#### Action item
Select the lines below containing the word "LineNumber".

□ □ □ □

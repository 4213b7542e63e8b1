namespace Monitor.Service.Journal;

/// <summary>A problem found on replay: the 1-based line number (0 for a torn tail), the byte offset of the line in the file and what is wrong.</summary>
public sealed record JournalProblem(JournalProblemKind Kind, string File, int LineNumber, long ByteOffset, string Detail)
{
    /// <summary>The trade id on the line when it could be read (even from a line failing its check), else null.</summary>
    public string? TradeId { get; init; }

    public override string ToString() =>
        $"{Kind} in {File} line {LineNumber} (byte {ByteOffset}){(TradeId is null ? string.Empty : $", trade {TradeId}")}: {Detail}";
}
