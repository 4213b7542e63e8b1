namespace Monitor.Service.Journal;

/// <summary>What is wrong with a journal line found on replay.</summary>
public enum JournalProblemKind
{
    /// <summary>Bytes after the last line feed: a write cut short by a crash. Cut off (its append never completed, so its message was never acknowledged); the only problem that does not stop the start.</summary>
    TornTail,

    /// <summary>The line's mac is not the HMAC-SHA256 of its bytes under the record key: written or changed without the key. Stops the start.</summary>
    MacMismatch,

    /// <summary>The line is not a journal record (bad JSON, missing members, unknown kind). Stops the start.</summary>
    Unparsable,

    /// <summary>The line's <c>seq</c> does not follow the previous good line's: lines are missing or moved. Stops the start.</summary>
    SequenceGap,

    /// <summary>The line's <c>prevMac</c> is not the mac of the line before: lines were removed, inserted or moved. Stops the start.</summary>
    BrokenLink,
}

□ □ □ □

#### Response area
public sealed record JournalProblem(JournalProblemKind Kind, string File, int LineNumber, long ByteOffset, string Detail)
        $"{Kind} in {File} line {LineNumber} (byte {ByteOffset}){(TradeId is null ? string.Empty : $", trade {TradeId}")}: {Detail}";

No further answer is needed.